Ilusiones


"No existe ningún problema que no te aporte simultáneamente un don.
Busca los problemas porque necesitas sus dones."

"Justifica tus limitaciones y ciertamente las tendras"

Richard Bach - Ilusiones

jueves, 10 de diciembre de 2015

ALFRED TENNYSON - POEMAS


 (Inglaterra 1809-1892)


LA MAÑANA ESTÁ EN CALMA...



La mañana está en calma, sin rumores; en calma,
como para ofrecerse a un dolor más tranquilo;
y tan sólo, chocando con las hojas marchitas,
el fruto del castaño se desliza hasta el suelo.

Calma y profunda paz en estas altas lomas
y en gotas de rocío que inundan las aliagas,
y en esas telarañas de plata, que entre el oro
y el verde centellean.

Calma y tranquila paz en la llanura vasta
que a lo lejos se tiende, con boscajes de otoño,
y en las granjas pobladas y en torres que se tornan
menudas y se mezclan con el mar murmurante.

Calma y profunda paz en el aire anchuroso,
en las hojas que torna rojizas la otoñada,
y si en mi corazón hubiere alguna calma,
será desesperanza tranquila, solamente.

Calma sobre los mares y plateado sueño
y correr de las ondas, que van a su reposo;
y calma de la muerte en aquel noble pecho,
que alienta, pero sólo con las aguas profundas.


FLOR EN EL MURO AGRIETADO


Flor en el muro agrietado,
Yo te arranco de tu tumba y te sostengo,
Raíz con raíz, tu todo con el todo.
Pequeña flor, si pudiera captar tu esencia,
Entendería qué es el hombre, 
qué es Dios.




PERMANECE CERCA

Permanece cerca cuando se extinga mi luz,
Y la sangre se arrastre y mis nervios se quiebren
Con punzadas lacerantes. Y el corazón enfermo
Y las ruedas del tiempo giren pausadamente.

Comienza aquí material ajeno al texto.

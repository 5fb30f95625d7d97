/**
 * Ripplehall analytic engine: one public entry. Pure TypeScript over typed arrays (no DOM,
 * no I/O); runs in Node, worker threads and the browser bundle.
 *
 * API summary (people are indices 0..n-1 in input order; map ids with `indicesOf`):
 *   prepareRoom(graph, { laziness, mixing })          -> PreparedRoom (validated once, reusable)
 *   exactReach(room, starters, opts?)                   -> { h, total, average, unreachable, solver, ... }
 *        h[i] = expected hops to hear (0 on starters; Infinity only for people listed in `unreachable`,
 *        each with reason and message). total/average are Infinity exactly when `unreachable` is non-empty;
 *        reachableTotal/reachableAverage cover the rest.
 *   plan(room, { k, method: 'greedy'|'widened'|'swap'|'exhaustive'|'auto'|'lazy-greedy', nu, timeLimitMs,
 *        mustInclude, exclude, laziness, mixing, onProgress, signal, shouldStop, noShow, boundMs })
 *        -> { method, k, starters (order chosen), total, average, rank, lowerBound, certified, gap, relativeGap,
 *             elapsedMs, coverSize, rankScale, gainShare, bestSingle, fewestForOneHop, fewestToReachAll,
 *             stopped?, nodes?, searchLeft?, noShow?, notes, warnings: [{ code, text }] }   (bounds: docs/bounds.md;
 *        warning codes: PLAN_WARNING_CODES in plan-types.ts)
 *   vertexCover(room)                                   -> { size, cover, exact }
 *   reachCurve(room, starters, { maxHops, quantiles, minutesPerHop, people }) -> reach-time distribution
 *   classStructure(room) / unreachablePeople(room, A)   -> closed classes, unreachable people with reasons
 *   ergodicData(room), allPairsTotals(e), hittingTime(e, i, j), kemenyFrom(e, i)
 *   denseWalk(room), sparseWalk(room, A)                -> walk matrix (dense) / operator (sparse, mixing rank-one)
 *   Node only (worker threads, not exported here): shared/engine/parallel/index.ts has
 *   planWithWorkers(room, options, threads) and ergodicDataParallel(room, {}, threads).
 * Plan methods: greedy O(n^3 + k n^2); widened (nu, maxSeeds); swap (greedy + swap polish);
 *   exhaustive (branch and bound, certified or a proven gap at timeLimitMs); lazy-greedy (large
 *   sparse rooms, lazyChecks exact checks per round, error stated in notes); auto chooses by size.
 * Errors: every validation failure throws EngineError { code, message } (see errors.ts).
 * Walk definition: P = (1 - a) [(1 - b) P0 + (b / n) 1 1^T] + a I; a person with no outgoing tie stays put.
 */
export * from './errors';
export * from './graph';
export * from './room';
export * from './walk';
export * from './reachability';
export * from './reach';
export * from './ergodic';
export * from './pairs';
export * from './quality';
export * from './cover';
export * from './plan-types';
export * from './plan';
export * from './reach-time';
export { AbsorbingState, beats, tieTolerance, TIE_TOLERANCE } from './dense-state';
export { SparseSystem } from './sparse-system';
export {
  luFactor,
  luSolve,
  luSolveTransposed,
  choleskyFactor,
  choleskySolve,
  invertInPlace,
  invertSymmetricInPlace,
  symmetricFactor,
  symmetricSolve,
} from './linalg/dense';
export { pcg, bicgstab, gmres } from './linalg/iterative';
export * from './io/index';
export * from './simulate/index';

Permanece cerca cuando mi carne frágil
Sea atormentada por dolores que rozan la verdad.
Y el tiempo lunático siga esparciendo el polvo,
Y la vida furiosa arroje llamas.




Permanece cerca cuando mi fe se marchite,
Y los hombres, las moscas del último estío
Que colocan sus huevos, y piquen y canten
Y tejan sus diminutas celdas y mueran.

Permanece cerca cuando desvaneciéndome,
Y puedas apuntar el final de mi lucha
En el atardecer de los días eternos,
En el bajo y oscuro abismo de la vida.


CUANDO BAÑA MI LECHO LUZ DE LUNA...

Cuando baña mi lecho luz de luna,
bien sé que en el lugar de tu reposo,
junto al agua anchurosa de poniente,
derrámase una gloria en las murallas:

entre las sombras surge tu mármol reluciente,
al deslizarse, lenta, una llama de plata,
aclarando las letras de tu nombre,
la cifra de tus años.

El místico esplendor flota y se aleja:
en mi lecho se apagan las luces de la luna
y, cerrando los ojos fatigados,
duermo hasta que el crepúsculo se sumerge en sus grises;

y entonces sé que ya la bruma flota,
como velo traslúcido, de ribera a ribera,
y en el oscuro templo, al modo de un espíritu,

centellea tu lápida a la aurora.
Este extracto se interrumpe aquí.